Stored data entries:
━━━━
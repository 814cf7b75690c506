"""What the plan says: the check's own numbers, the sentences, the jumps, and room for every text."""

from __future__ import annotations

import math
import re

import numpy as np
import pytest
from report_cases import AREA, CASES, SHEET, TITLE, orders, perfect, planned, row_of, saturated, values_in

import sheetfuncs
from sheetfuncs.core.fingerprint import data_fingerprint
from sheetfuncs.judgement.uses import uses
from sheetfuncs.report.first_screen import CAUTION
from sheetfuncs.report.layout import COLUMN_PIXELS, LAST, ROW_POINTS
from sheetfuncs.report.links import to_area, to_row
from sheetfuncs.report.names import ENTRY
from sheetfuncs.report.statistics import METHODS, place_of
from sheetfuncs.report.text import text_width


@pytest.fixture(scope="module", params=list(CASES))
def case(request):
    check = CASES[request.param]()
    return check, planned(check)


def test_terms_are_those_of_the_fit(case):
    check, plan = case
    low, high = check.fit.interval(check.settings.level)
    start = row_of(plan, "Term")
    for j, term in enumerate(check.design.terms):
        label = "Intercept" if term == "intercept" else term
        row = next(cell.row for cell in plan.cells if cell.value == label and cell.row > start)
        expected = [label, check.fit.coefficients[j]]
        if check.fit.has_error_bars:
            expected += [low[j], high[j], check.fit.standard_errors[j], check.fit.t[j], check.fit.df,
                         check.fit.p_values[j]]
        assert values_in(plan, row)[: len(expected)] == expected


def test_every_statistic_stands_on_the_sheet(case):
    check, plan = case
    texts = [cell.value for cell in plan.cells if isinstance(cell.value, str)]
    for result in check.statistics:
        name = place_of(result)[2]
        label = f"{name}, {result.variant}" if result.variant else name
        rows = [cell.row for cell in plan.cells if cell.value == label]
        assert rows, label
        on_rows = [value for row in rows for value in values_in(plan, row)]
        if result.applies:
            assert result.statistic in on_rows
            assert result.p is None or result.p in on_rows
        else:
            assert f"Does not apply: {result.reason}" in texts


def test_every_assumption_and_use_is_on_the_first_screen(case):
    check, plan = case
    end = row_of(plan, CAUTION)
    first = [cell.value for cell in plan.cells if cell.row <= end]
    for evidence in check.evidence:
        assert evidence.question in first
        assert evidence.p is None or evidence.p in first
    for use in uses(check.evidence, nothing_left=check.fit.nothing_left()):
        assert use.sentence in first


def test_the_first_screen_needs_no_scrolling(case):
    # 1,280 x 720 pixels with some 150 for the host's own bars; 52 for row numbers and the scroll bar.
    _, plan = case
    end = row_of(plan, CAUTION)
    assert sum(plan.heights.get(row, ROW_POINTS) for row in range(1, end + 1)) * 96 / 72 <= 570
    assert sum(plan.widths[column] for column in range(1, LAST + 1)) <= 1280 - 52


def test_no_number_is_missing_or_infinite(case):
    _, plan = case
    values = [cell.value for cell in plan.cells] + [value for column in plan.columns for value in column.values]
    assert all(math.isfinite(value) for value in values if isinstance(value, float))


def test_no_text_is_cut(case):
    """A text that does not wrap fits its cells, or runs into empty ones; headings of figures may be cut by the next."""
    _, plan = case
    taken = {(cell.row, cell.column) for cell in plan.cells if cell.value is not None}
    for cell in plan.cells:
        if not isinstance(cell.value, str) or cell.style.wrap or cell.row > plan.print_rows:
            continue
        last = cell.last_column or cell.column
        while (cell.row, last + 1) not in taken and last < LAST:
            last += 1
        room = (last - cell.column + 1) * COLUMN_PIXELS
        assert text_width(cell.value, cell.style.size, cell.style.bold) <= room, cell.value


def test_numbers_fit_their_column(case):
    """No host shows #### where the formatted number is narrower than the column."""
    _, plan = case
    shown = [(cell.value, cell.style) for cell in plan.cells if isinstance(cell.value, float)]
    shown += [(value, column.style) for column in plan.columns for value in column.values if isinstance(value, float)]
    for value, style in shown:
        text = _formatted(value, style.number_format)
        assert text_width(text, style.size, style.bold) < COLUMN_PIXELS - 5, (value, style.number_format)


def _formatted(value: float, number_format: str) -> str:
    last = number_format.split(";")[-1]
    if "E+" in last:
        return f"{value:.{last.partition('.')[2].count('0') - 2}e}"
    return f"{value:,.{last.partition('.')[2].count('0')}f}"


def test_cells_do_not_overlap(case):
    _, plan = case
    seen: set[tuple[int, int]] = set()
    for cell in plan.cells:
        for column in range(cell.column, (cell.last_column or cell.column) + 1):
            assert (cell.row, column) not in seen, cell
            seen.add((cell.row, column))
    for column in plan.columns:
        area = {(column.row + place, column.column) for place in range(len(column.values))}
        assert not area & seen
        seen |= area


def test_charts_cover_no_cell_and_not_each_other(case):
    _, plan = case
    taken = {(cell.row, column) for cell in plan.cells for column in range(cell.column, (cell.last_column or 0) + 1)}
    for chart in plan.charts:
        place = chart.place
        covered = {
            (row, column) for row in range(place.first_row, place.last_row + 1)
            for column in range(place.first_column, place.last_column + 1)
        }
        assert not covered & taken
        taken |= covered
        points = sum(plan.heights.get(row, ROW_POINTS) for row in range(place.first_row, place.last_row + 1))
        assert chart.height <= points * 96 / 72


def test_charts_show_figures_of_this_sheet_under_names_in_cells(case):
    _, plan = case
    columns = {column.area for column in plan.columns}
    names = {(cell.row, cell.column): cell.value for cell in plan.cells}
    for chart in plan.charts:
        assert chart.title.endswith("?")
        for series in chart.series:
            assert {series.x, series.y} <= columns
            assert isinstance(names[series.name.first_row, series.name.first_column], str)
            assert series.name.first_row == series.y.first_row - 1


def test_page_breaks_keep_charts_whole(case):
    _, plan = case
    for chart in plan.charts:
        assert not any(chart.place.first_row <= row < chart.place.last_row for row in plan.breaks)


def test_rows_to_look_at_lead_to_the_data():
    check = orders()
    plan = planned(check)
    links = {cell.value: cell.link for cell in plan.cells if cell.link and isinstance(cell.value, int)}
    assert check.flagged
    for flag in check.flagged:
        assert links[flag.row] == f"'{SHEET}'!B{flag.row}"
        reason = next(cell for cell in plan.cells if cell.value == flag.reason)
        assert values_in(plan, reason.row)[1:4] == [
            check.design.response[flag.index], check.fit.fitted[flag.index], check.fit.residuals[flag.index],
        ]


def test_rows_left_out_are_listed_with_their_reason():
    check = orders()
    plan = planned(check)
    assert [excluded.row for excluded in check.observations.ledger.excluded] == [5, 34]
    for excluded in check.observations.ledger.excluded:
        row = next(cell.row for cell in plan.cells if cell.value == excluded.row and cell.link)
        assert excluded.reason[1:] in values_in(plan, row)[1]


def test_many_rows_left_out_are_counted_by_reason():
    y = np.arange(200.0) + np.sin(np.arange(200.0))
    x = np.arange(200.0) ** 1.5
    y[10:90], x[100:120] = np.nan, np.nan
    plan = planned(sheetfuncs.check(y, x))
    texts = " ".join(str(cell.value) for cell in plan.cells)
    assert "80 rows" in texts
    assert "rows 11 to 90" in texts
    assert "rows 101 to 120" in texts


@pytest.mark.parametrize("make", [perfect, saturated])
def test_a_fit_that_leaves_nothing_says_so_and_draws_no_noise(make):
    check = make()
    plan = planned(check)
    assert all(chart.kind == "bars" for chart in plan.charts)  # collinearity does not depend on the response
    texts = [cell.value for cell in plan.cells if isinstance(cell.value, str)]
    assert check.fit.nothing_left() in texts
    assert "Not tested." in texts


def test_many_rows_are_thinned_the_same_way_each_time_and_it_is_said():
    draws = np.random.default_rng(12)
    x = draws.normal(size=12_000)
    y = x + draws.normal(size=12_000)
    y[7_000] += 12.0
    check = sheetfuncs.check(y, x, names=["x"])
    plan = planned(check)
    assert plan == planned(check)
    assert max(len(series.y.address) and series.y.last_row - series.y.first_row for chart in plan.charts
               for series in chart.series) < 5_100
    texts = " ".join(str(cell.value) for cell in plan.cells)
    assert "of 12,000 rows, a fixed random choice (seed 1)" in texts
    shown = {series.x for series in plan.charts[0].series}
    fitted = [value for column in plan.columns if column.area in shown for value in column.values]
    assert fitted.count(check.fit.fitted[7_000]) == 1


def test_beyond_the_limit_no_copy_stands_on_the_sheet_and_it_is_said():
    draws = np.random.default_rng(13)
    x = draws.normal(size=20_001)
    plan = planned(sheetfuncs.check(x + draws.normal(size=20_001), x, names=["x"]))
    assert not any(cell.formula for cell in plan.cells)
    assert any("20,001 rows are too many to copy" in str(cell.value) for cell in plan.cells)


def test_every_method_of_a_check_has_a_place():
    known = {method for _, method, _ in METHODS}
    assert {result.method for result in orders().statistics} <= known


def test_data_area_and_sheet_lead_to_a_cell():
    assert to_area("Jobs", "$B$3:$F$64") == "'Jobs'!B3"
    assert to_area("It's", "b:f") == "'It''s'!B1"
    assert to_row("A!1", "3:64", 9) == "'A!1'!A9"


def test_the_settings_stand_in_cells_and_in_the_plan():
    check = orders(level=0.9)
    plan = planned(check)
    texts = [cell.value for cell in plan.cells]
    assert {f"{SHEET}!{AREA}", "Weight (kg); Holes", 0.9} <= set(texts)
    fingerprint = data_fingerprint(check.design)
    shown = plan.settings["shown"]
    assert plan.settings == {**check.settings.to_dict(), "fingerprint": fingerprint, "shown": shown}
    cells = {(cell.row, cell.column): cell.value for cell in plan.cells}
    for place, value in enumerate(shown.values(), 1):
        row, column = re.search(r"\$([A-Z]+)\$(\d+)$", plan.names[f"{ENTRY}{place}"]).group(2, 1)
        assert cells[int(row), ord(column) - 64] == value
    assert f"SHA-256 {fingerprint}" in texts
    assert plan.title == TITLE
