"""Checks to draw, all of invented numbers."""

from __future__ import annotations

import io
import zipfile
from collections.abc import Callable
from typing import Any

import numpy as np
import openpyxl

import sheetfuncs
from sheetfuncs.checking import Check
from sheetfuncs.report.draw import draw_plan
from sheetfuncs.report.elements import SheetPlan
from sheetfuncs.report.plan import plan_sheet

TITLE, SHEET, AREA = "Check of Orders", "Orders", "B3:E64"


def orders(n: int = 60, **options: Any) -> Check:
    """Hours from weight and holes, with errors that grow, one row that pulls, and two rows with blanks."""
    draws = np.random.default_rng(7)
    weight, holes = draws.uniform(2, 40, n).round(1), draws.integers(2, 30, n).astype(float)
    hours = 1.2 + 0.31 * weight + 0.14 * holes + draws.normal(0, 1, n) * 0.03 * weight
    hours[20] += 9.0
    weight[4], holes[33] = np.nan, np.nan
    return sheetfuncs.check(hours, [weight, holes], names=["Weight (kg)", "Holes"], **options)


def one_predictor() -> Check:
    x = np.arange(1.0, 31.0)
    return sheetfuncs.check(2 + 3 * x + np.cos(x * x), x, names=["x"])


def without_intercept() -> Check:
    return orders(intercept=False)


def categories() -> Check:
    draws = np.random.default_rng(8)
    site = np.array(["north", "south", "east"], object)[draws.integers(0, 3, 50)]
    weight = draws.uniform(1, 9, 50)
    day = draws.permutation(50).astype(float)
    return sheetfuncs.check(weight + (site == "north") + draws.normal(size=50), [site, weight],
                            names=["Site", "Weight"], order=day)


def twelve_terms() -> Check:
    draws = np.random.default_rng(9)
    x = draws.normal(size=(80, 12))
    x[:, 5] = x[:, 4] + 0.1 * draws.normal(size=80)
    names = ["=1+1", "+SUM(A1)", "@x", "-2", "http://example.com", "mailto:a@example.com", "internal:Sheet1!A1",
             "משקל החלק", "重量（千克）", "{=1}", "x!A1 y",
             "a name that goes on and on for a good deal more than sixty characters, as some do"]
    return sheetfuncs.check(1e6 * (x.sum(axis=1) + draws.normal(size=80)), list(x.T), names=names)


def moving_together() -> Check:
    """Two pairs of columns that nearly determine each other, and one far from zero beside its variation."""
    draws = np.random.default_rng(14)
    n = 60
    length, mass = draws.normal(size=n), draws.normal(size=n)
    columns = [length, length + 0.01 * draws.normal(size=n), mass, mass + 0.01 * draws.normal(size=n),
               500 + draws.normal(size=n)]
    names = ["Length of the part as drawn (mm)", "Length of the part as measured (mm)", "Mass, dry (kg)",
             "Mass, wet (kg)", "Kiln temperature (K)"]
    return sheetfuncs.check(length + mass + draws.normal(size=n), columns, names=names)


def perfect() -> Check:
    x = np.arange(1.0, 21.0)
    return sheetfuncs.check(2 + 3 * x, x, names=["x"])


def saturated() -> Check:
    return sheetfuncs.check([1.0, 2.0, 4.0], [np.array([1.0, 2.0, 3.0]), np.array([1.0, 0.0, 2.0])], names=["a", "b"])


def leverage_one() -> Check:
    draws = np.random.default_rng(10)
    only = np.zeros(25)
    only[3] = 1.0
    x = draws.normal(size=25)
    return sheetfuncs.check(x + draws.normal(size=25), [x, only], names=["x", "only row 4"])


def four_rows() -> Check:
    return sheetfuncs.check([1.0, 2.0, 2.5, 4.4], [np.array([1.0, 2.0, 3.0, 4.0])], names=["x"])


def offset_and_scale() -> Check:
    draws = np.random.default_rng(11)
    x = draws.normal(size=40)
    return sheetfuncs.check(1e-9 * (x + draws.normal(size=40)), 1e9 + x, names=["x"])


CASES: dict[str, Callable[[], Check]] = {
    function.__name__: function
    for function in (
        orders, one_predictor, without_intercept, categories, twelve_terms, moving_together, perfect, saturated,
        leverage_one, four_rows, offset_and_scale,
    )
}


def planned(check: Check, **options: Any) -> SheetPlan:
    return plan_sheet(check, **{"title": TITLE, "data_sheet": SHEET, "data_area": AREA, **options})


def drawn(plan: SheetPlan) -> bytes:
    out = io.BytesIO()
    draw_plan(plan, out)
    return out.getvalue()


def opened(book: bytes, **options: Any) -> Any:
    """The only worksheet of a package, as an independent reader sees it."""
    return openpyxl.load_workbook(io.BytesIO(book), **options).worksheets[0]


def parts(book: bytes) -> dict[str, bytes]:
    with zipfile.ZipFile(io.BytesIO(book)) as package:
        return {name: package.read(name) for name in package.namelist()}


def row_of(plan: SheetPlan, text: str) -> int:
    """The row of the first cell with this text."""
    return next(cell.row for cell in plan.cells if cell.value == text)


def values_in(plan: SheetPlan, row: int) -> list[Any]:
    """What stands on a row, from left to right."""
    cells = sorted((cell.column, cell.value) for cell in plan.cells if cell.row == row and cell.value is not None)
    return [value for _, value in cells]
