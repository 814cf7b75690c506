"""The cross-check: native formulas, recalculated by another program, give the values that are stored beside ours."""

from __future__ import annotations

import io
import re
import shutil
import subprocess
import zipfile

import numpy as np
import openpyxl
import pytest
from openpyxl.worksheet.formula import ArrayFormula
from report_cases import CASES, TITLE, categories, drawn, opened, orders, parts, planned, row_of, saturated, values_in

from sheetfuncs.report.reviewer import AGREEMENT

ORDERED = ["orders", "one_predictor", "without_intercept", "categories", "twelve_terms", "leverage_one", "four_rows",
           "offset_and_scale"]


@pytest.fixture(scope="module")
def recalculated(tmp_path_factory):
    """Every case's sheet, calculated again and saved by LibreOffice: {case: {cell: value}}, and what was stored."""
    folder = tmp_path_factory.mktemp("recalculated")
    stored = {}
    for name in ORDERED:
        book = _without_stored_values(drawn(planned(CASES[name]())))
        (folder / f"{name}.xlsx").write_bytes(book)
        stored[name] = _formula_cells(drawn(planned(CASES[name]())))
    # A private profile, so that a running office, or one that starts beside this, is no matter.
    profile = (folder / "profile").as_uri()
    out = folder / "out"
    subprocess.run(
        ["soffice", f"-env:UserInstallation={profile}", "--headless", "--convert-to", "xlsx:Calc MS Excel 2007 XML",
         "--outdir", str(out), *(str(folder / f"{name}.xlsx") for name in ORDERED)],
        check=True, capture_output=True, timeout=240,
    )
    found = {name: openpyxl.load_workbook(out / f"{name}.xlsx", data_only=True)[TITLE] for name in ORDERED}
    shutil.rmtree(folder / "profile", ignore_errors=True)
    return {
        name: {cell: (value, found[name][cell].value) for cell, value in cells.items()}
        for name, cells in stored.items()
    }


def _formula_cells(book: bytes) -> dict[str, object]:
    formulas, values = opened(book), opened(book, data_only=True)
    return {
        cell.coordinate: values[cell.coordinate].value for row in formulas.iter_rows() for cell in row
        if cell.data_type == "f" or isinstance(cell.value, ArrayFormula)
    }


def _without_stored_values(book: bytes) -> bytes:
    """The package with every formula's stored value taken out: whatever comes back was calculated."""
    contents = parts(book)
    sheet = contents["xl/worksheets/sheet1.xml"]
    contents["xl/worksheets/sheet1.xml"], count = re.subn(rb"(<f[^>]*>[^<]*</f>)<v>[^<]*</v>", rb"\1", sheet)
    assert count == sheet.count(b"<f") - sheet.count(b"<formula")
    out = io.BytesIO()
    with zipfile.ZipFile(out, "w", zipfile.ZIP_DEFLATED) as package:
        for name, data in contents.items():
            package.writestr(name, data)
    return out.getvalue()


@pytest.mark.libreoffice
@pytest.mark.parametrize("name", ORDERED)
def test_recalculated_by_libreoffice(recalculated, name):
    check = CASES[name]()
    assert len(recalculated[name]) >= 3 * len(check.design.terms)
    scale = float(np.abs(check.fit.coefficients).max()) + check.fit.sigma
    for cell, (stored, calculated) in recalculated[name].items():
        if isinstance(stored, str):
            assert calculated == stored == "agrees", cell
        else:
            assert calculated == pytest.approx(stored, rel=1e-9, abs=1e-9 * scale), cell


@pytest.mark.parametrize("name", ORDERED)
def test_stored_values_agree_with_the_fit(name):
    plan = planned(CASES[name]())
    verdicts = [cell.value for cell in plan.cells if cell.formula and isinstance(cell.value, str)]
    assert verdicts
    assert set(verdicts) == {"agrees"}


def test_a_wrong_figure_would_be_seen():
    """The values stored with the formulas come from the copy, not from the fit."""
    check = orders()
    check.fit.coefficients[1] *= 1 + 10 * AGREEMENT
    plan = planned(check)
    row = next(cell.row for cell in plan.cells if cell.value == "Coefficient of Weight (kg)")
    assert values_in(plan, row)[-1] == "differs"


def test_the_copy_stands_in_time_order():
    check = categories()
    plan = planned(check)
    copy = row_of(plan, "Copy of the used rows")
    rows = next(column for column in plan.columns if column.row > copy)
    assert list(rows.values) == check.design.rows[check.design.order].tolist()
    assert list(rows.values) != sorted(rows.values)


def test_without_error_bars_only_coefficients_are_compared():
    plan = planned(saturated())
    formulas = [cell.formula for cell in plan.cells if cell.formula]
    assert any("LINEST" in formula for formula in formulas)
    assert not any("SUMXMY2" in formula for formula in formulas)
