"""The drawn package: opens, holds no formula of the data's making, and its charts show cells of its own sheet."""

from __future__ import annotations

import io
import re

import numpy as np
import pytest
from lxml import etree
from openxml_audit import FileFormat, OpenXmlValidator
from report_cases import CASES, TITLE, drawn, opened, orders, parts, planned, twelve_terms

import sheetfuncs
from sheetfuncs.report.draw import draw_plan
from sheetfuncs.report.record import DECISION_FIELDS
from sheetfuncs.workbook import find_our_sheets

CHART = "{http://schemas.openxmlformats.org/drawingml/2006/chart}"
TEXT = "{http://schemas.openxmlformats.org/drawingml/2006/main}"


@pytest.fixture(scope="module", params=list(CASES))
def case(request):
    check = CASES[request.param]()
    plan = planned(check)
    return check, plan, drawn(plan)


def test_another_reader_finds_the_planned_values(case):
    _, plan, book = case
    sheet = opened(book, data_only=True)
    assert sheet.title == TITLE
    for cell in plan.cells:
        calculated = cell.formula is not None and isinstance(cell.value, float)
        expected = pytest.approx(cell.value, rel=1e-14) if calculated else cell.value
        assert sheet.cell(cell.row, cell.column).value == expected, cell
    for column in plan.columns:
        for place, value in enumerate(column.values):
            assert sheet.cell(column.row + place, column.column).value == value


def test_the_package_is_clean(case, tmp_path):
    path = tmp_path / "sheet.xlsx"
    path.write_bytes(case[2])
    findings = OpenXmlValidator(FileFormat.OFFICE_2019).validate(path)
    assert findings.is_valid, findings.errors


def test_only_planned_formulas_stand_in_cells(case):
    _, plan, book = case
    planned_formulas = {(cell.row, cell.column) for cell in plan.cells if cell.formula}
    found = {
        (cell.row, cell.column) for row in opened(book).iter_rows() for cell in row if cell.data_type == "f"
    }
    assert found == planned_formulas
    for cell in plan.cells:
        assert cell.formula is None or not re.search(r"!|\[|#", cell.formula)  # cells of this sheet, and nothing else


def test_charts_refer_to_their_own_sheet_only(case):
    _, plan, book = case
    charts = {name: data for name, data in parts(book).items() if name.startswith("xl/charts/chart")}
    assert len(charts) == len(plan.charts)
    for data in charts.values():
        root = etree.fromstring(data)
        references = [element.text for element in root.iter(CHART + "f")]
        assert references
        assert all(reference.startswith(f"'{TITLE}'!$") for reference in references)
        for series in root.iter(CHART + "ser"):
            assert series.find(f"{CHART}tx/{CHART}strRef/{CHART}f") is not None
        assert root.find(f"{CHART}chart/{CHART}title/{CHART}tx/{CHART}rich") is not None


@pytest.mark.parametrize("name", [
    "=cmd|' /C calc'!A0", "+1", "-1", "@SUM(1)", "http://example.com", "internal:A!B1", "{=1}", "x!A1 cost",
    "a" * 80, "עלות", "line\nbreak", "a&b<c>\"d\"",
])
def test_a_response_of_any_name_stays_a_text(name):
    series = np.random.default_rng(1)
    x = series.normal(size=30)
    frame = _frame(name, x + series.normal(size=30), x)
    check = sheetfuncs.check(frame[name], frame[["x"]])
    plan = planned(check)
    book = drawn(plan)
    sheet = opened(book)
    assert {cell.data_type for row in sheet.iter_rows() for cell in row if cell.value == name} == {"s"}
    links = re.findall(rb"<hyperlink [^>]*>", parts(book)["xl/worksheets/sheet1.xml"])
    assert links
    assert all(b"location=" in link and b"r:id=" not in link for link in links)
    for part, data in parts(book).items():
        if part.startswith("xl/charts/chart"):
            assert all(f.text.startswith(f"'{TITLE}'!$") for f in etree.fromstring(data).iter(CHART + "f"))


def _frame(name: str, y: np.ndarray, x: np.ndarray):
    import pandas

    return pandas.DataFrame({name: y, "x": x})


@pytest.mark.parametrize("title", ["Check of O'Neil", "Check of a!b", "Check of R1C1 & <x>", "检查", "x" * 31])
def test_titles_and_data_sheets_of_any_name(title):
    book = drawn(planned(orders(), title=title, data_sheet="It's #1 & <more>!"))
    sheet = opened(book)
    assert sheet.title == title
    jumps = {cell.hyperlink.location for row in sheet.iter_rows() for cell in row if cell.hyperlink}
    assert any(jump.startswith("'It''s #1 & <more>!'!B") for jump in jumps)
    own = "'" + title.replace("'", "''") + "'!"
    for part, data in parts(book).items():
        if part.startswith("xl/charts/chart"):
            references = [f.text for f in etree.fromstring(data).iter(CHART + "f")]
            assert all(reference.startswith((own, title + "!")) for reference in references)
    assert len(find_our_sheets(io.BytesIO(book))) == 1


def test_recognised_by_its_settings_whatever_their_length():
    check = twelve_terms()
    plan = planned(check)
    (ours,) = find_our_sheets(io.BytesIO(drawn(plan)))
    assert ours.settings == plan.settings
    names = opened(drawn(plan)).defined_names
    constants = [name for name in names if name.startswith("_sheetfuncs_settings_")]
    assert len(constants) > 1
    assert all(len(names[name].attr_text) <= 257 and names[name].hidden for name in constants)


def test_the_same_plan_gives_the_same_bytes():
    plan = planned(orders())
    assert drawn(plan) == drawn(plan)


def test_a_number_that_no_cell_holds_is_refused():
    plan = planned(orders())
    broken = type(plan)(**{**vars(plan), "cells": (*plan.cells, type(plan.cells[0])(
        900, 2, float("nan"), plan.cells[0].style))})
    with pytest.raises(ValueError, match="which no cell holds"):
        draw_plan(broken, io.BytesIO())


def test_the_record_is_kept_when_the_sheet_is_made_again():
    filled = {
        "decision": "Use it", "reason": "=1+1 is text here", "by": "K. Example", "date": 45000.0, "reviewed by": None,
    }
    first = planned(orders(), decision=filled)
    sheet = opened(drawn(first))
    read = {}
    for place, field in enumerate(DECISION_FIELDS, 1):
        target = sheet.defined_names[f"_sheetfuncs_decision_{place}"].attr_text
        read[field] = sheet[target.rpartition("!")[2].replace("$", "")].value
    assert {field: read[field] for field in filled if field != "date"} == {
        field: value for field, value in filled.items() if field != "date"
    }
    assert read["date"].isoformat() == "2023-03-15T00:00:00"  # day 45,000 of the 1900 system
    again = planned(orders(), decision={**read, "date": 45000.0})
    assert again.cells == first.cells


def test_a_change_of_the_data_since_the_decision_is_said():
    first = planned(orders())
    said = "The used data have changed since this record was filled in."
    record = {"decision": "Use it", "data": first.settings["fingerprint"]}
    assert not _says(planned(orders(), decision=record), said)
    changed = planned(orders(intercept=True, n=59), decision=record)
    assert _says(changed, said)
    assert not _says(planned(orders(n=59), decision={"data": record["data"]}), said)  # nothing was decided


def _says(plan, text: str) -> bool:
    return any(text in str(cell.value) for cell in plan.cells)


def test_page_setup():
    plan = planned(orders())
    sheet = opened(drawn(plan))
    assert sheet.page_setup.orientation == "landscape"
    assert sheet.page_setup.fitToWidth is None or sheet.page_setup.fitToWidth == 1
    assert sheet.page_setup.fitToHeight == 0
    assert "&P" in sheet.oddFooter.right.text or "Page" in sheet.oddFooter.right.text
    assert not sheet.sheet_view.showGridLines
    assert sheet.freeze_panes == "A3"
━━━━
= Exercise brief =
Can you write out the lines above, from the first one through the one containing "return check, planned(check)", exactly as they appear and nothing more?

= Written response =
repository 814cf7b75690c506
"""What the plan says: the check's own numbers, the sentences, the jumps, and room for every text."""

from __future__ import annotations

import math
import re

import numpy as np
import pytest
from report_cases import AREA, CASES, SHEET, TITLE, orders, perfect, planned, row_of, saturated, values_in

import sheetfuncs
from sheetfuncs.core.fingerprint import data_fingerprint
from sheetfuncs.judgement.uses import uses
from sheetfuncs.report.first_screen import CAUTION
from sheetfuncs.report.layout import COLUMN_PIXELS, LAST, ROW_POINTS
from sheetfuncs.report.links import to_area, to_row
from sheetfuncs.report.names import ENTRY
from sheetfuncs.report.statistics import METHODS, place_of
from sheetfuncs.report.text import text_width


@pytest.fixture(scope="module", params=list(CASES))
def case(request):
    check = CASES[request.param]()
    return check, planned(check)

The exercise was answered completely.